Exercise –
Your task is to copy every line of the records below that contains "Control".
(Provided records)
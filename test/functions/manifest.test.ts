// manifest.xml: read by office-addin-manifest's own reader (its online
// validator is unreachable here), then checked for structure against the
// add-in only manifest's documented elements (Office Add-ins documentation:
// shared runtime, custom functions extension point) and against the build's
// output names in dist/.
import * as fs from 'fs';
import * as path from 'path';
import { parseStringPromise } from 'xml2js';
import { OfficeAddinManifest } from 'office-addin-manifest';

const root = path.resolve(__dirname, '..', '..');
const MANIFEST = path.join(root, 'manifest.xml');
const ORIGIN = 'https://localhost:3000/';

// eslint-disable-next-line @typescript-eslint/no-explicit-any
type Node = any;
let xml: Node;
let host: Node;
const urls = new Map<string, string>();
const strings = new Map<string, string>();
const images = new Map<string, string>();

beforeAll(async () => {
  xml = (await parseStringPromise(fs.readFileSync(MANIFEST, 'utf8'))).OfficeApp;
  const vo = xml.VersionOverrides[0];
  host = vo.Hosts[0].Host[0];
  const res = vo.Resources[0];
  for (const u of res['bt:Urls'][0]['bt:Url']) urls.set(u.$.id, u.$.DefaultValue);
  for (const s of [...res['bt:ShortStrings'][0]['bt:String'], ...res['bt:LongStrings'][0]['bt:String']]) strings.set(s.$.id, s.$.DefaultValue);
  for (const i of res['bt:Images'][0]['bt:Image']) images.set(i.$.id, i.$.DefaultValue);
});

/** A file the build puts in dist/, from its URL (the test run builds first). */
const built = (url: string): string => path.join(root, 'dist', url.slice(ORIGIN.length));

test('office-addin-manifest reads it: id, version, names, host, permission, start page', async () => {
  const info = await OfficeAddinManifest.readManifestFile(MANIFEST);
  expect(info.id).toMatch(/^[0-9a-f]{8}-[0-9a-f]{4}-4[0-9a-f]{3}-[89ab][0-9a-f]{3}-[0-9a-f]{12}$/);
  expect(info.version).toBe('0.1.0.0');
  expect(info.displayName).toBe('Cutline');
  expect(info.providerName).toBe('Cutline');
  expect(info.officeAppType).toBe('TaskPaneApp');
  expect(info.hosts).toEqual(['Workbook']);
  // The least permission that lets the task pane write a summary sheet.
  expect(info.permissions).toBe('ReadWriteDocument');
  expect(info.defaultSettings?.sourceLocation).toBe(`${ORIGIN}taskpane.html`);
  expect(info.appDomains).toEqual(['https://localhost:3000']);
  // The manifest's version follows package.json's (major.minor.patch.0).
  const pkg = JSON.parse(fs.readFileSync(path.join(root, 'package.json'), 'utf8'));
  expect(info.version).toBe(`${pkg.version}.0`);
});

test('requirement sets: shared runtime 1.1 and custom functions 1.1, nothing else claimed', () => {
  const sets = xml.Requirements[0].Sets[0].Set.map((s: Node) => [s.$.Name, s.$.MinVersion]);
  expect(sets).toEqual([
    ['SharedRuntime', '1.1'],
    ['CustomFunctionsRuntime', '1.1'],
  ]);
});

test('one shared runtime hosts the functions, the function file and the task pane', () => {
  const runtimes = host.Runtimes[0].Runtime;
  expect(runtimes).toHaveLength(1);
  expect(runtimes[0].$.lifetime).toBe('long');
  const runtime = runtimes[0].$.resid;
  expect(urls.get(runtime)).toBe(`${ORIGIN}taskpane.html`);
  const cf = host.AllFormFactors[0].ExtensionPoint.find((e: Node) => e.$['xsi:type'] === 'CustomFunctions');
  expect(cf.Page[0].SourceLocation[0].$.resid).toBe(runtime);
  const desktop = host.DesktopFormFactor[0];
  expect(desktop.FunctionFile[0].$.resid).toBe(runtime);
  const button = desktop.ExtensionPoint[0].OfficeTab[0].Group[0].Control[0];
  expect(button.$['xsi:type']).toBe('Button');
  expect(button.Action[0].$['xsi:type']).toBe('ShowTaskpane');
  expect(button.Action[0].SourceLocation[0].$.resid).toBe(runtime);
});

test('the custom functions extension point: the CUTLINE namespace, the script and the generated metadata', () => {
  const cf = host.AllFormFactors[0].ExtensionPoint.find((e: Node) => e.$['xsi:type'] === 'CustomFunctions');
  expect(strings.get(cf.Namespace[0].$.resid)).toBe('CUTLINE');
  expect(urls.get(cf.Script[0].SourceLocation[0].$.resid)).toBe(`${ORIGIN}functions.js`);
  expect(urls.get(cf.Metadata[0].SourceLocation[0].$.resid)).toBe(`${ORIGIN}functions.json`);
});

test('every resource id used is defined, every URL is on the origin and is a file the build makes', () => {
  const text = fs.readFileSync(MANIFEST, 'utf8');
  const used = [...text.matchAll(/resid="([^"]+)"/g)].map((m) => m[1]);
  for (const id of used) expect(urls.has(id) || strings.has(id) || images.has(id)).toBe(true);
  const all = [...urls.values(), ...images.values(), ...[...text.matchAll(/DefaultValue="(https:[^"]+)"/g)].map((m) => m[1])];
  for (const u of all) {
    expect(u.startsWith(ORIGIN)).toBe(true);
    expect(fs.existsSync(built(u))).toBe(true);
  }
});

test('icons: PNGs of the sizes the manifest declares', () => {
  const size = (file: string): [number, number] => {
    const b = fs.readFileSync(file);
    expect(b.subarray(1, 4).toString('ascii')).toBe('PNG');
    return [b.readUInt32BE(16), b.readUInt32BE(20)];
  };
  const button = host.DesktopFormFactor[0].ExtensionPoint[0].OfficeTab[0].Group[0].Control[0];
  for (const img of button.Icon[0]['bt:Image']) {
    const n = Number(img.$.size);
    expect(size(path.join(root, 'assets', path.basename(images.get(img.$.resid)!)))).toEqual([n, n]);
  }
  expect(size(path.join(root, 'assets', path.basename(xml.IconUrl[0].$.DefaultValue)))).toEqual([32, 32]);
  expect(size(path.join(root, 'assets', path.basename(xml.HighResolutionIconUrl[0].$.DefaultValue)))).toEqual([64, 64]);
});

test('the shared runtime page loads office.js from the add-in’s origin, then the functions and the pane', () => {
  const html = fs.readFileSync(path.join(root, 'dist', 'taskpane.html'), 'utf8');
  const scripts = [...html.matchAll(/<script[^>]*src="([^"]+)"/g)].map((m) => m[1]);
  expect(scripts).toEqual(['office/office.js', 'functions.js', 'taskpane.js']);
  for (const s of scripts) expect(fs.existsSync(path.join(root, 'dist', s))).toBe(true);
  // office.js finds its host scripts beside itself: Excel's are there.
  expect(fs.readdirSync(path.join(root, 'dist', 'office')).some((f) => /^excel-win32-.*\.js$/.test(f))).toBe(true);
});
(End Provided records)
Answer to the exercise –
  const button = desktop.ExtensionPoint[0].OfficeTab[0].Group[0].Control[0];
  const button = host.DesktopFormFactor[0].ExtensionPoint[0].OfficeTab[0].Group[0].Control[0];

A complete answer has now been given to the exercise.